There are only a handful of 1T companies, more of 100B+, many more of 1B+, way, way more of 100M+, and waaaaay more in the 10M-100M range. Building and running a 10M company is a grand success. Don't get me wrong. In your case, maybe you need to be pushed into the 1B+ range.
— Paramendra Kumar Bhagat (@paramendra) May 19, 2022
4. You must ignore the sensationalized stories from the media about fundraises and about founders becoming billionaires -
— NickFriend.eth (@theNickFriend) January 12, 2022
You don't have to be the next U2 (or YouTube). You can play your town and earn a living. That is the beauty of the new creator economy.

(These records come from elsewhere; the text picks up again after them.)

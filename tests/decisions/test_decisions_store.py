"""Reading the decisions file: schema, one action, code-level checks, errors naming decision and key."""

from __future__ import annotations

import subprocess
import sys
import textwrap
from datetime import date

import pytest

from pipeline.decisions import DecisionsError, load_decisions

HEAD = "format_version = 1\n"
GOOD = """
[[decision]]
id = "D-0001"
who = "Odile Marchetti"
when = 2026-11-30
why = "spike in the pressure transducer"
[decision.exclude_observations]
source = "lab-a"
file = "lab-a/vp.csv"
rows = [3, 4]
quantity = "pressure"

[[decision]]
id = "D-0002"
who = "Odile Marchetti"
when = "2026-12-01"
why = "known disagreement, followed up with the lab"
[decision.waive_check]
check = "sources.agreement"
fluid = "nitrogen"
until = 2027-01-31
"""


def write(tmp_path, body: str):
    path = tmp_path / "decisions.toml"
    path.write_text(HEAD + textwrap.dedent(body), encoding="utf-8")
    return path


def test_a_valid_file_parses_into_models(tmp_path):
    """Both decisions parse, TOML and string dates alike, with their action and fields."""
    ds = load_decisions(write(tmp_path, GOOD))
    assert ds.ids == ["D-0001", "D-0002"]
    first, second = ds.decisions
    assert first.kind == "exclude_observations" and first.action.rows == (3, 4)
    assert second.kind == "waive_check" and second.waive_check.until == date(2027, 1, 31)
    assert second.when == date(2026, 12, 1)


def test_missing_default_file_means_no_decisions(tmp_path, monkeypatch):
    """Without --decisions and without raw/decisions.toml there are simply no decisions."""
    monkeypatch.chdir(tmp_path)
    assert len(load_decisions(None)) == 0


def test_a_named_file_that_is_missing_is_an_error(tmp_path):
    """A decisions file named on the command line must exist."""
    with pytest.raises(DecisionsError, match="decisions file not found"):
        load_decisions(tmp_path / "nope.toml")


@pytest.mark.parametrize("body, decision, key, what", [
    (GOOD.replace('why = "spike in the pressure transducer"', 'why = "   "'),
     "D-0001", "why", "must not be empty"),
    (GOOD.replace("until = 2027-01-31", "until = \"2027-02-30\""),
     "D-0002", "waive_check.until", "not a valid date"),
    (GOOD.replace("until = 2027-01-31\n", ""),
     "D-0002", "waive_check", "'until' (a date) or 'input_hash'"),
    (GOOD.replace("rows = [3, 4]", "rows = [0]"),
     "D-0001", "exclude_observations.rows[0]", "less than the minimum"),
    (GOOD.replace('check = "sources.agreement"', 'check = "sources.agreemnt"'),
     "D-0002", "waive_check.check", "unknown check id"),
    (GOOD.replace('quantity = "pressure"', 'quantity = "pressure"\nfluid = "argon"'),
     "D-0001", "exclude_observations.fluid", "not both"),
    (GOOD.replace('[decision.waive_check]', '[decision.waive_checks]'),
     "D-0002", "waive_checks", "unknown key"),
    (GOOD.replace('id = "D-0002"', 'id = "D-0001"'), "D-0001", "id", "duplicate id"),
    (GOOD + '\n[decision.exclude_source]\nfluid = "nitrogen"\nsource = "lab-b"\n',
     "D-0002", None, "exactly one action"),
    (GOOD.replace('id = "D-0001"\n', ''), "#1", "id", "required key is missing"),
])
def test_malformed_decisions_name_the_decision_and_the_key(tmp_path, body, decision, key, what):
    """Each kind of mistake is reported with the decision id (or position) and the key at fault."""
    with pytest.raises(DecisionsError) as err:
        load_decisions(write(tmp_path, body))
    assert err.value.decision == decision and err.value.key == key
    assert what in str(err.value)
    assert f"decision '{decision}'" in str(err.value)


def test_threshold_overrides_are_checked_against_the_defaults(tmp_path):
    """An override must name a real threshold and give a value of its type."""
    body = """
    [[decision]]
    id = "D-0003"
    who = "Odile Marchetti"
    when = 2026-12-01
    why = "wider limit for the demo"
    [decision.override_threshold]
    check = "data.outliers"
    fluid = "water"
    threshold = "{name}"
    value = {value}
    """
    with pytest.raises(DecisionsError, match="unknown threshold 'zmax'.*valid: .*z_max"):
        load_decisions(write(tmp_path, body.format(name="zmax", value="4.0")))
    with pytest.raises(DecisionsError, match="wrong type") as err:
        load_decisions(write(tmp_path, body.format(name="z_max", value='"four"')))
    assert err.value.key == "override_threshold.value"
    assert load_decisions(write(tmp_path, body.format(name="z_max", value="4"))) \
        .decisions[0].override_threshold.value == 4


def test_cli_reports_a_malformed_file_in_one_line_with_exit_2(tmp_path):
    """`fluidledger decisions` on a broken file: exit 2, decision and key named, no traceback."""
    path = write(tmp_path, GOOD.replace("until = 2027-01-31", "until = 2027-01-31T10:00:00"))
    proc = subprocess.run([sys.executable, "-m", "pipeline.cli", "decisions", "--decisions",
                           str(path), "--store", str(tmp_path / "none.duckdb")],
                          capture_output=True, text=True)
    assert proc.returncode == 2
    assert "Traceback" not in proc.stderr and proc.stderr.strip().count("\n") == 0
    assert "decision 'D-0002'" in proc.stderr and "key 'waive_check.until'" in proc.stderr


def test_toml_syntax_errors_name_the_line(tmp_path):
    """A TOML syntax error names the file and the line."""
    path = tmp_path / "decisions.toml"
    path.write_text(HEAD + '[[decision]]\nid = "D-1\n', encoding="utf-8")
    with pytest.raises(DecisionsError, match=r"decisions.toml: malformed TOML: .*line 3"):
        load_decisions(path)
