"""Adding a decision to the file: tomlkit keeps every comment and the formatting.

Recipe: (1) take an exclusive lock beside the file (two curators at once cannot lose an
entry); (2) parse the file with tomlkit (or start from :data:`NEW_FILE_HEADER`); (3) append
the ``[[decision]]`` table; (4) validate the whole new text exactly as a run would read it
(:func:`pipeline.decisions.store.parse_document`) — nothing is written when it fails;
(5) write a temporary file in the same folder, fsync, and ``os.replace`` it over the file.
"""

from __future__ import annotations

import fcntl
import os
import re
import tomllib
from contextlib import contextmanager
from datetime import date
from pathlib import Path
from typing import Any, Iterable, Mapping

import tomlkit
import tomlkit.exceptions

from pipeline.decisions.model import ACTIONS, Decision, DecisionSet
from pipeline.decisions.store import (
    FORMAT_VERSION,
    DecisionsError,
    parse_document,
    read_document,
)

ID_PREFIX = "D-"
_NUMBERED = re.compile(r"^D-(\d+)$")

NEW_FILE_HEADER = """\
# FluidLedger curation decisions: replayed on every fit, check, publish and nightly run.
# Format: docs/decisions.md; schema: schemas/decisions.schema.json. Add entries with
# 'fluidledger decide ...' (comments and formatting are kept) or by hand, then commit.
"""


def next_id(decisions: DecisionSet | Iterable[Decision]) -> str:
    """The next free ``D-NNNN`` id (one more than the highest numbered id in use)."""
    numbers = [int(m.group(1)) for d in decisions if (m := _NUMBERED.match(d.id))]
    return f"{ID_PREFIX}{max(numbers, default=0) + 1:04d}"


@contextmanager
def _locked(path: Path):
    lock = path.with_name(f".{path.name}.lock")
    with open(lock, "a+") as fh:
        fcntl.flock(fh, fcntl.LOCK_EX)
        try:
            yield
        finally:
            fcntl.flock(fh, fcntl.LOCK_UN)


def _table(values: Mapping[str, Any]):
    table = tomlkit.table()
    for key, value in values.items():
        if value is not None:
            table[key] = list(value) if isinstance(value, tuple) else value
    return table


def _document(text: str, label: str):
    try:
        return tomlkit.parse(text)
    except tomlkit.exceptions.ParseError as err:
        raise DecisionsError(f"malformed TOML: {err}", file=label) from None


def render_with(text: str, entry: Mapping[str, Any], label: str) -> str:
    """``text`` with ``entry`` (id, who, when, why and one action table) appended."""
    if text and not text.endswith("\n"):
        text += "\n"
    doc = _document(text or NEW_FILE_HEADER, label)
    if "format_version" not in doc:
        doc["format_version"] = FORMAT_VERSION
    table = _table({k: entry[k] for k in ("id", "who", "when", "why")})
    kinds = [a for a in ACTIONS if a in entry]
    if len(kinds) != 1:
        raise DecisionsError(f"give exactly one action ({', '.join(ACTIONS)})", file=label,
                             decision=str(entry.get("id")))
    table[kinds[0]] = _table(entry[kinds[0]])
    if "decision" in doc:
        existing = doc["decision"]
        if not isinstance(existing, tomlkit.items.AoT):
            raise DecisionsError("'decision' must be an array of [[decision]] tables",
                                 file=label, key="decision")
        table.trivia.indent = "\n"
        existing.append(table)
    else:
        entries = tomlkit.aot()
        entries.append(table)
        doc.append("decision", entries)
    return tomlkit.dumps(doc)


def _atomic_write(path: Path, text: str) -> None:
    tmp = path.with_name(f".{path.name}.{os.getpid()}.tmp")
    try:
        with open(tmp, "w", encoding="utf-8", newline="") as fh:
            fh.write(text)
            fh.flush()
            os.fsync(fh.fileno())
        if path.exists():
            os.chmod(tmp, path.stat().st_mode & 0o7777)
        os.replace(tmp, path)
    finally:
        if tmp.exists():
            tmp.unlink()


def add_decision(path: str | Path, *, who: str, why: str, action: str,
                 spec: Mapping[str, Any], decision_id: str | None = None,
                 when: date | None = None) -> Decision:
    """Append one decision to ``path`` (created when missing) and return it as parsed back.

    Parameters
    ----------
    path : str or Path
        The decisions file.
    who, why : str
        Curator and reason (both required, not empty).
    action : str
        One of :data:`pipeline.decisions.model.ACTIONS`.
    spec : mapping
        The action's keys (None values are left out).
    decision_id : str, optional
        The id; the next ``D-NNNN`` when None.
    when : date, optional
        The date of the decision; today when None.

    Raises
    ------
    DecisionsError
        When the file is malformed, or the result would be (nothing is written then).
    """
    path = Path(path)
    label = str(path)
    path.parent.mkdir(parents=True, exist_ok=True)
    with _locked(path):
        text = path.read_bytes().decode("utf-8-sig") if path.exists() else ""
        document = read_document(path) if path.exists() else {}
        document.setdefault("format_version", FORMAT_VERSION)
        current = parse_document(document, label)  # a broken file is refused, not extended
        entry = {"id": decision_id or next_id(current), "who": who,
                 "when": when or date.today(), "why": why, action: dict(spec)}
        new_text = render_with(text, entry, label)
        try:
            parsed = parse_document(tomllib.loads(new_text), label)
        except tomllib.TOMLDecodeError as err:  # tomlkit produced text tomllib rejects
            raise DecisionsError(f"the edit would not be valid TOML: {err}", file=label) from None
        _atomic_write(path, new_text)
    return parsed.get(entry["id"])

You can build a small software operation. And that will be the vast segment of the ecosystem.
— Paramendra Kumar Bhagat (@paramendra) May 19, 2022
I have friends whose companies were literally dead when they managed to raise a bit of money to keep the company alive, or they fire-sold it and the founders made no money on it.

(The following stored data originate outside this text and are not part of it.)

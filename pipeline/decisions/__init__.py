"""Curation decisions: a file under version control (``raw/decisions.toml``), replayed on
every run.

- :mod:`~pipeline.decisions.model` — the pydantic models (one action per decision);
- :mod:`~pipeline.decisions.store` — reading and validating the file (JSON Schema, then the
  checks that need the code); errors name the decision and the key;
- :mod:`~pipeline.decisions.apply` — resolving references against the store and the hooks the
  stages call (fit exclusions, the check waiver step, threshold overrides, publish inputs,
  the report rows);
- :mod:`~pipeline.decisions.edit` — appending a decision with tomlkit, keeping comments.

Typical use in a stage::

    decisions = load_decisions(args.decisions)
    run_fit(con, exclusions=exclusions_for_fit(con, decisions))
"""

from pipeline.decisions.apply import (
    Touch,
    WaiverStep,
    exclusions_for_fit,
    publish_decisions,
    report_rows,
    resolve_all,
    with_threshold_overrides,
)
from pipeline.decisions.model import ACTIONS, Decision, DecisionSet
from pipeline.decisions.store import (
    DEFAULT_PATH,
    DecisionsError,
    add_decisions_argument,
    load_decisions,
)

__all__ = [
    "ACTIONS", "DEFAULT_PATH", "Decision", "DecisionSet", "DecisionsError", "Touch", "WaiverStep",
    "add_decisions_argument", "exclusions_for_fit", "load_decisions", "publish_decisions",
    "report_rows", "resolve_all", "with_threshold_overrides",
]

— NickFriend.eth (@theNickFriend) January 12, 2022
The next thing I know there is an article on TechCrunch sensationalizing the story as if it were a success! A big acquisition! A big fundraising round! Not quite.
— NickFriend.eth (@theNickFriend) January 12, 2022
The story isn’t always what you think it is. So ignore all of this bullshit to keep your head straight.
Instead, it’s the stories about founders who bootstrapped and built $15-50mm businesses and retain maximum ownership are the ones that should be told and sensationalized.
— NickFriend.eth (@theNickFriend) January 12, 2022
Now that is a blog idea right there. A blog focused on Founders who do that. That is a large ecosystem. Many are doing it.
— Paramendra Kumar Bhagat (@paramendra) May 19, 2022
It’s the story that is achievable for a much wider range of people, and frankly it’s the right path for the vast majority of people.
— NickFriend.eth (@theNickFriend) January 12, 2022
That is like saying to kids, very few will end up in the NBA, but if you learn to read and write and work hard, you will do well in life, and that is most of you. The overwhelming most of you. Great advice.
— Paramendra Kumar Bhagat (@paramendra) May 19, 2022
But have you noticed these stories are few and far between?
— NickFriend.eth (@theNickFriend) January 12, 2022
A few folks on twitter like @sweatystartup will offer this alternative viewpoint.https://t.co/NeG6eT9e8Z
And while I am a huge fan of Peter Thiel, and I’ve listened to almost every public speech he has given, you also may need to ignore a lot of advice from his book “Zero to One” and other information sources like it.
— NickFriend.eth (@theNickFriend) January 12, 2022
You should write a book, 100 To 110. You got the material.
— Paramendra Kumar Bhagat (@paramendra) May 19, 2022
I’m just using him as an example but you will see info telling you to build a “monopoly business” and that “competition is for losers”.
— NickFriend.eth (@theNickFriend) January 12, 2022
Having said that, I think you should not take your own advice. You have plenty of cushion. Maybe you should shoot for the moon next. And be okay if you fail. But you should at least give it your best shot.
— Paramendra Kumar Bhagat (@paramendra) May 19, 2022
Is that an ape NFT that @VitalikButerin makes fun of every other week in your profile picture!? LOL ("What has become of Ethereum!")
— Paramendra Kumar Bhagat (@paramendra) May 19, 2022
Or kick back and relax and angel invest in the next unicorn. I have one.